On modern operating systems and hardware, thread-per-connection is faster than non-blocking I/O, at least unless the number of connections reaches truely extreme levels. However, for writing the data to disk, NIO (channels and buffers) may help, because it can use DMA and avoid copy operations.
But overall, I also think network bandwidth and storage are your main concerns in this application.
The important thing to remember is that most users do not access a system evenly in every hour of every day of the week. Your system need to perform correctly during the busiest hour of the week.

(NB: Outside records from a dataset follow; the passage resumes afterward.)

// "Idle for any roof load" for the whole roof as a job (issue 15 item 9): started from the viewer's endpoint by the
// structural engineer only, worked by server/jobs/any-load.ts with progress, stored into the analysis's review in one
// transaction (a failure stores nothing and can be retried), refused for an unstable, certified or busy revision.
// The roof here is small; a roof past the whole-roof limit is stood in for by the same review with the certificate
// left out, as reviewForStorage leaves it out past 10,000 members (lib/models/analyse.test.ts).
import { and, eq } from "drizzle-orm";
import type PgBoss from "pg-boss";
import { afterAll, beforeAll, describe, expect, it } from "vitest";
import { POST as retryJob } from "@/app/api/projects/[projectId]/jobs/[jobId]/retry/route";
import { POST as startAnyLoad } from "@/app/api/projects/[projectId]/models/[number]/any-load/route";
import { GET as getRevision } from "@/app/api/projects/[projectId]/models/[number]/route";
import { analysisRuns, auditEvents, jobs, memberships } from "@/db/schema";
import { analyzeModel, generateRoof } from "@/lib/analysis";
import { createRevisionWithAnalysis } from "@/lib/commands/create-analysed-revision";
import { QUEUES } from "@/lib/jobs/queue";
import { analyseForStorage, storedAnyLoad, type StoredReview } from "@/lib/models/analyse";
import { idleForAnyLoad, idleForAnyLoadAsync } from "@/lib/review/any-load";
import { createReviewContext } from "@/lib/review/context";
import { runAnyLoadJob } from "@/server/jobs/any-load";
import { closeDb, getDb, requireIntegrationEnv } from "../support/db";
import { jobRow, startQueueClient, stopQueueClient } from "../support/job-queue";
import { createProjectFixture, type ProjectFixture } from "../support/fixtures";
import { triangleModel } from "../support/fixtures/analysis-models";
import { buildRequest, routeContext } from "../support/session";

let fx: ProjectFixture;
let boss: PgBoss;
const model = generateRoof({ name: "Big roof stand-in", spanX: 9, spanY: 6, module: 3, depth: 1.5 });

async function saveUncertified(project = fx): Promise<{ id: string; number: number }> {
  const { result, review } = analyseForStorage(model, "EN1993-1-1");
  const uncertified: StoredReview = { ...structuredClone(review!), wholeRoofChecksLeftOut: "left out (stand-in for a roof past the limit)" };
  delete uncertified.anyLoad;
  for (const member of Object.values(uncertified.members)) delete member.anyLoad;
  return createRevisionWithAnalysis({ projectId: project.projectId, name: "uncertified", model, source: "generated", createdBy: project.users.structural_engineer.id, result, review: uncertified });
}
const start = async (number: number, user = fx.users.structural_engineer, project = fx) =>
  startAnyLoad(await buildRequest(`/api/projects/${project.projectId}/models/${number}/any-load`, { method: "POST", user }), routeContext({ projectId: project.projectId, number: String(number) }));
const reviewOf = async (revisionId: string) => (await getDb().select().from(analysisRuns).where(eq(analysisRuns.revisionId, revisionId)))[0].review!;

beforeAll(async () => {
  requireIntegrationEnv();
  fx = await createProjectFixture("any-load-job");
  boss = await startQueueClient();
});
afterAll(async () => {
  await stopQueueClient(boss);
  await closeDb();
});

describe("the whole-roof any-load job", () => {
  it("only the structural engineer may start it; it is queued once, and a second start while it runs is refused", async () => {
    const revision = await saveUncertified();
    for (const role of ["owner", "architect", "mep_engineer", "viewer"] as const) expect((await start(revision.number, fx.users[role])).status).toBe(403);
    expect((await start(revision.number, fx.users.outsider)).status).toBe(404);
    const response = await start(revision.number);
    expect(response.status).toBe(202);
    const { job } = await response.json();
    expect(job).toMatchObject({ kind: "any_load", state: "queued", revisionId: revision.id });
    const queued = await boss.fetch<{ jobId: string }>(QUEUES.anyLoad, { batchSize: 50 });
    expect(queued.filter((q) => q.data.jobId === job.id)).toHaveLength(1);
    const again = await start(revision.number);
    expect(again.status).toBe(409);
    expect((await again.json()).error).toMatch(/already being checked/);
    // the revision answers the any-load job beside its analysis status, which it does not replace
    const read = await getRevision(await buildRequest(`/api/projects/${fx.projectId}/models/${revision.number}`, { user: fx.users.viewer }), routeContext({ projectId: fx.projectId, number: String(revision.number) }));
    const body = await read.json();
    expect(body.revision.anyLoadJob).toMatchObject({ id: job.id, state: "queued" });
    expect(body.revision.job).toBeNull();
    expect(body.abilities).toEqual({ runAnalysis: false });
    expect(read.headers.get("cache-control")).toBe("private, no-cache");
  });

  it("a failure stores nothing and says why; retried, it stores every member's answer with the job done", async () => {
    const revision = await saveUncertified();
    const { job } = await (await start(revision.number)).json();
    const phases: string[] = [];
    const failing = {
      certify: async (...args: Parameters<typeof idleForAnyLoadAsync>) => {
        await args[2](0.5);
        phases.push((await jobRow(job.id)).phase);
        throw new Error("out of memory in the unit loads");
      },
    };
    expect(await runAnyLoadJob(job.id, failing)).toBe("failed");
    expect(phases).toEqual(["unit loads"]);
    expect(await jobRow(job.id)).toMatchObject({ state: "failed", error: expect.stringContaining("out of memory in the unit loads") });
    const untouched = await reviewOf(revision.id);
    expect(untouched.anyLoad).toBeUndefined();
    expect(Object.values(untouched.members).every((m) => m.anyLoad === undefined)).toBe(true);

    const retried = await retryJob(await buildRequest(`/api/projects/${fx.projectId}/jobs/${job.id}/retry`, { method: "POST", user: fx.users.structural_engineer }), routeContext({ projectId: fx.projectId, jobId: job.id }));
    expect(retried.status).toBe(202);
    const requeued = await boss.fetch<{ jobId: string }>(QUEUES.anyLoad, { batchSize: 50 });
    expect(requeued.some((q) => q.data.jobId === job.id)).toBe(true);
    expect(await runAnyLoadJob(job.id)).toBe("done");
    expect(await jobRow(job.id)).toMatchObject({ state: "done", percent: 100, outcome: { idleForAnyLoad: expect.any(Number) } });

    // what was stored is the certificate of lib/review/any-load.ts on the same model (its own tests check statics)
    const expected = storedAnyLoad(model, idleForAnyLoad(createReviewContext(model, analyzeModel(model), { standard: "EN1993-1-1" })));
    const review = await reviewOf(revision.id);
    expect(review.anyLoad).toEqual(expected.anyLoad);
    for (const member of model.members) expect(review.members[member.id].anyLoad).toEqual(expected.members[member.id]);
    expect(Object.keys(review.members)).toHaveLength(model.members.length);
    expect(review.members[model.members[0].id].verdict).toBeDefined(); // the rest of each member's review is kept
    const actions = (await getDb().select().from(auditEvents).where(eq(auditEvents.subjectId, revision.id))).map((e) => e.action);
    expect(actions).toEqual(expect.arrayContaining(["anyLoad.start", "anyLoad.store"]));
    // certified: nothing left to start, and a second delivery of the job does nothing
    expect((await start(revision.number)).status).toBe(409);
    expect(await runAnyLoadJob(job.id)).toBe("skipped");
  });

  it("a structural engineer removed a second ago cannot start it, and nothing is queued", async () => {
    const team = await createProjectFixture("any-load-job-removed");
    const revision = await saveUncertified(team);
    const engineer = team.users.structural_engineer;
    await getDb().delete(memberships).where(and(eq(memberships.projectId, team.projectId), eq(memberships.userId, engineer.id)));
    const response = await start(revision.number, engineer, team);
    expect(response.status).toBe(404);
    expect(await getDb().select().from(jobs).where(eq(jobs.revisionId, revision.id))).toEqual([]);
    expect((await reviewOf(revision.id)).anyLoad).toBeUndefined();
  });

  it("is refused for an unstable revision", async () => {
    const unstable = triangleModel({ supports: [["A", true, true, true], ["B", false, true, true]] });
    const result = analyzeModel(unstable);
    expect(result.status).toBe("unstable");
    const revision = await createRevisionWithAnalysis({ projectId: fx.projectId, name: "unstable", model: unstable, source: "uploaded", createdBy: fx.users.structural_engineer.id, result, review: null });
    const response = await start(revision.number);
    expect(response.status).toBe(409);
    expect((await response.json()).error).toMatch(/unstable/);
  });
});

Say the busiest hour of the week, 1/50 of all uploads are made. In the busiest hour each upload could be 30 MB, a total of 1.8 TB. This means you need to have an Internet upload bandwidth to support this. 1.8 TB/hour * 8 bits/byte / 60 min/hour / 60 sec/min = 4 Gbit/s Internet connection.
If for example, you have only a 1 Gbit/s connection, this will limit access to your server.
The other thing to consider is your retention time for these uploads. If each upload is 15 MB on average, you will be getting 157 TB per week or 8.2 PB (8200 TB) per year. You may need a significant amount of storage to retain this.
Once you have spend a significant amount of money on Internet connectivity and disk, the cost of buying a couple of servers is minor. You could use Apache MIMA, however a single server with a 10 Gbit/s connection can support 1 GB easily using any software you care to chose.
A single PC/server/labtop can handle 1,000 I/O threads so 300-600 is not a lot.
The problem will not be in the software but in the network/hardware you chose.